Quando il vino finanzia l'arte
Cos'hanno in comune la Primavera di Botticelli, il Giudizio Universale della Cappella Sistina di Michelangelo, la Medusa di Caravaggio, la Cappella del Barolo di David Tremlett e Sol LeWitt, Ousser di Koo Jeong A.? Sono tutti, con i dovuti distinguo, esempi di mecenatismo. Antico e contemporaneo. Se in passato, infatti, mecenati erano politici, grandi casati o uomini di chiesa che accoglievano all’interno della loro corte artisti del tempo, proteggendoli e finanziando le loro opere, oggi sono sempre di più i casi di grandi nomi, anche della viticoltura, che si confrontano e interfacciano con il mondo dell'arte. Ed è attorno alle cantine che – come un tempo avveniva intorno ai Palazzi – sorgono le nuove corti artistiche.

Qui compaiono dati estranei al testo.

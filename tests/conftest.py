"""Shared test helpers: paths to the committed fixtures and the shared standards folder."""

from __future__ import annotations

import os
import tempfile
from pathlib import Path

import pytest

# librosa compiles its kernels with numba's on-disk cache next to its own files. Test workers
# (pytest-xdist) started together write that cache at the same time, and a torn cache file
# later crashed a worker with a segmentation fault (seen on a fresh venv). Each test process
# therefore gets a cache folder of its own (set unconditionally: workers inherit the
# controller's environment); this must happen before numba is imported.
os.environ["NUMBA_CACHE_DIR"] = tempfile.mkdtemp(prefix="takescribe-numba-")

ROOT = Path(__file__).resolve().parents[1]

# The tests import the package from this checkout's src/, not from whatever copy is installed,
# so a second working tree (git worktree) tests its own code; subprocesses inherit the path.
import sys  # noqa: E402

_SRC = str(ROOT / "src")
if sys.path[:1] != [_SRC]:
    sys.path.insert(0, _SRC)
os.environ["PYTHONPATH"] = os.pathsep.join([_SRC] + [p for p in os.environ.get("PYTHONPATH", "").split(os.pathsep) if p and p != _SRC])
FIXTURES = ROOT / "fixtures"
SHARED = ROOT.parent / "shared"
MUSICXML_XSD_DIR = SHARED / "standards" / "musicxml-4.0"


@pytest.fixture(scope="session")
def musicxml_schema():
    """lxml validator for the official MusicXML 4.0 XSD (W3C Music Notation CG), offline.

    musicxml.xsd imports xml.xsd and xlink.xsd by URL; as SOURCE.md in the schema folder says,
    the imports are pointed at the local copies. Skips when the shared folder is absent.
    """
    if not (MUSICXML_XSD_DIR / "musicxml.xsd").exists():
        pytest.skip(f"MusicXML 4.0 schema not found at {MUSICXML_XSD_DIR} (the shared standards folder is absent)")
    from lxml import etree

    text = (MUSICXML_XSD_DIR / "musicxml.xsd").read_text(encoding="utf-8")
    text = text.replace("http://www.musicxml.org/xsd/xml.xsd", (MUSICXML_XSD_DIR / "xml.xsd").as_uri())
    text = text.replace("http://www.musicxml.org/xsd/xlink.xsd", (MUSICXML_XSD_DIR / "xlink.xsd").as_uri())
    return etree.XMLSchema(etree.fromstring(text.encode("utf-8"), base_url=(MUSICXML_XSD_DIR / "musicxml.xsd").as_uri()))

La lista è lunga, dal Castello di Ama con le opere di Daniel Buren o Giulio Paolini, all'Antinori Art Projects che conta nomi come Giorgio Andreotta Calò o Tomás Saraceno, fino a Ca’ del Bosco e il suo museo a cielo aperto, senza contare le cantine d'arte: una su tutti, il Carapace Lunelli progettato da Arnaldo Pomodoro. E non è un caso se, solo negli ultimi mesi, tre grandi realtà vitivinicole abbiano presentato le loro ultime “committenze”: da una parte, la famiglia Frescobaldi che vanta un rapporto con il mondo dell’arte lungo 700 anni; dall’altra, l’esperienza dei Ceretto, che quasi per caso si sono riscoperti appassionati e promotori d'arte; infine, il caso dell'azienda agricola La Raia che ha visto il connubio artistico e matrimoniale tra un produttore di vino e una gallerista. Tutti e tre sono casi legati dal fil rouge dell’arte contemporanea.
E intanto, a Torino nell'ambito di Artissima e degli appuntamenti collaterali si sperimenta una proposta gastronomica dentro e fuori gli spazi della Fiera, tra stand e spazi espositivi diffusi in tutto il capoluogo piemontese.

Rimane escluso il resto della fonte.